The term “conspiracy theory “ has become a joke.
What’s the difference between Bill Clinton and the Titanic?
Oops, sorry, that's not a conspiracy theory, it’s the set-up to a ghoulish dirty joke from the Nineties.
"the story's dramatic framing and its specific targeting of TikTok seem at odds with reality." That's an understatement. Also, conspiracy theories are not driven by supply, as The Times assumes. They are driven by demand. Conspiracy theories circulated widely in the 60s and 70s when there was no internet and when The Times and a few TV networks had a lock on the news. With less supply conspiracy theories did just fine. Fighting conspiracy theories by trying to plug the supply is a silly mistake. People seek explanations. It's part of our nature. If you plug one route to disseminate them people will spread them anyway or just invent their own. The Times is acting on unexamined assumptions.

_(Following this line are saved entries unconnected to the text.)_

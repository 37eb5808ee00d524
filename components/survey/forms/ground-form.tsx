import { useState } from 'react';
import { Pressable, StyleSheet, View } from 'react-native';
import { Select, Tabular, TextField, Txt } from '@/components/ui';
import { colors, radii, spacing, touchTargetPx } from '@/constants/theme';
import { useRecordSave } from '@/hooks/survey/use-record-save';
import { siteFieldsOf } from '@/components/survey/records/site-fields';
import type { Site } from '@/shared/schemas';
import { GROUND_CHOICES, choiceOfSite, classConstants, fieldsForChoice, fieldsForExpert, groundChoice, type GroundChoiceId } from '../ground/ground-choices';
import { FormFooter } from './form-footer';

/** The ground under the antennas, in words a scout can judge by looking and feeling, or by value. */
export function GroundForm({ site, onDone }: { site: Site; onDone: () => void }) {
  const { busy, saveError, run, upsert } = useRecordSave();
  const initial = choiceOfSite(site);
  const [mode, setMode] = useState<'words' | 'expert'>(initial === 'expert' ? 'expert' : 'words');
  const [choice, setChoice] = useState<GroundChoiceId | null>(initial && initial !== 'expert' ? initial : null);
  const [ownWords, setOwnWords] = useState('');
  const [sigmaText, setSigma] = useState(site.groundSigmaSPerM !== null ? String(site.groundSigmaSPerM) : '');
  const [epsRText, setEpsR] = useState(site.groundEpsR !== null ? String(site.groundEpsR) : '');
  const [expertWords, setExpertWords] = useState(initial === 'expert' ? site.groundDescription : '');

  const expert = fieldsForExpert({ sigmaText, epsRText, ownWords: expertWords });
  const fields = mode === 'words' ? (choice ? fieldsForChoice(choice, ownWords) : null) : expert.ok ? expert.fields : null;
  const picked = choice ? groundChoice(choice) : null;
  const constants = picked ? classConstants(picked.classId) : null;

  const save = () => run(async () => {
    if (!fields) return;
    await upsert('sites', site, { ...siteFieldsOf(site), ...fields }, 'the ground');
    onDone();
  });

  return (
    <View testID="ground-form">
      <Txt variant="title" style={{ marginBottom: spacing.m }}>Ground</Txt>
      <Select label="Describe it" testID="ground-mode" value={mode} onChange={setMode} options={[{ value: 'words', label: 'In plain words' }, { value: 'expert', label: 'By value (expert)' }]} />
      {mode === 'words' ? (
        <>
          <View style={styles.grid} accessibilityRole="radiogroup" accessibilityLabel="What the ground is like">
            {GROUND_CHOICES.map((c) => {
              const selected = c.id === choice;
              return (
                <Pressable key={c.id} testID={`ground-choice-${c.id}`} accessibilityRole="radio" accessibilityLabel={c.label} accessibilityState={{ selected, checked: selected }}
                  onPress={() => setChoice(c.id)} style={[styles.choice, selected && styles.selected]}>
                  <Txt variant="bodyStrong" color={selected ? colors.onAction : colors.ink}>{c.label}</Txt>
                  <Txt variant="caption" color={selected ? colors.onAction : colors.inkMuted}>{c.hint}</Txt>
                </Pressable>
              );
            })}
          </View>
          {picked ? (
            <View style={styles.reason} testID="ground-reason">
              <Txt variant="bodyStrong">Planned as: {picked.classId}</Txt>
              {constants ? <Tabular>σ {constants.sigmaSPerM} S/m · εr {constants.epsR}</Tabular> : null}
              <Txt>{picked.reason}</Txt>
              {constants ? <Txt variant="caption" color={colors.inkMuted}>Source: {constants.source}</Txt> : null}
            </View>
          ) : null}
          <TextField label="Your own words (optional)" testID="ground-words" value={ownWords} onChangeText={setOwnWords} hint="“Soaked after last night’s rain”, “clay under the grass”" />
        </>
      ) : (
        <>
          <TextField label="Conductivity σ" testID="ground-sigma" suffix="S/m" inputMode="decimal" value={sigmaText} onChangeText={setSigma} error={sigmaText && !expert.ok ? expert.errors.sigma : undefined} />
          <TextField label="Relative permittivity εr" testID="ground-epsr" inputMode="decimal" value={epsRText} onChangeText={setEpsR} error={epsRText && !expert.ok ? expert.errors.epsR : undefined} />
          <TextField label="Where the values come from" testID="ground-expert-words" value={expertWords} onChangeText={setExpertWords} hint="A probe measurement, a survey map…" />
        </>
      )}
      <FormFooter testID="ground" questions={[]} blockers={mode === 'words' ? (choice ? [] : ['Pick the words that fit the ground best']) : expert.ok ? [] : Object.values(expert.errors)} saveError={saveError} canSave={!!fields && !busy} busy={busy} onSave={save} onCancel={onDone} />
    </View>
  );
}

const styles = StyleSheet.create({
  grid: { gap: spacing.s, marginBottom: spacing.l },
  choice: { minHeight: touchTargetPx, borderWidth: 2, borderColor: colors.line, borderRadius: radii.m, padding: spacing.m, backgroundColor: colors.surface, gap: spacing.xxs },
  selected: { backgroundColor: colors.ink, borderColor: colors.ink },
  reason: { backgroundColor: colors.okSoft, borderRadius: radii.m, padding: spacing.m, gap: spacing.xs, marginBottom: spacing.l, borderWidth: 1.5, borderColor: colors.ok },
});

For sound economic perspective go to https://honesteconomics.substack.com/
I'm sold on the Titanic insurance fraud explanation myself. But what kind of threat is it to society if people get the wrong idea about this century-old news?
Thank you! No one knows the history of the Olympic. I have yet to hear a coherent version of what happened to the Olympic's damaged driveshaft. There is no counter-narrative to the conspiracy.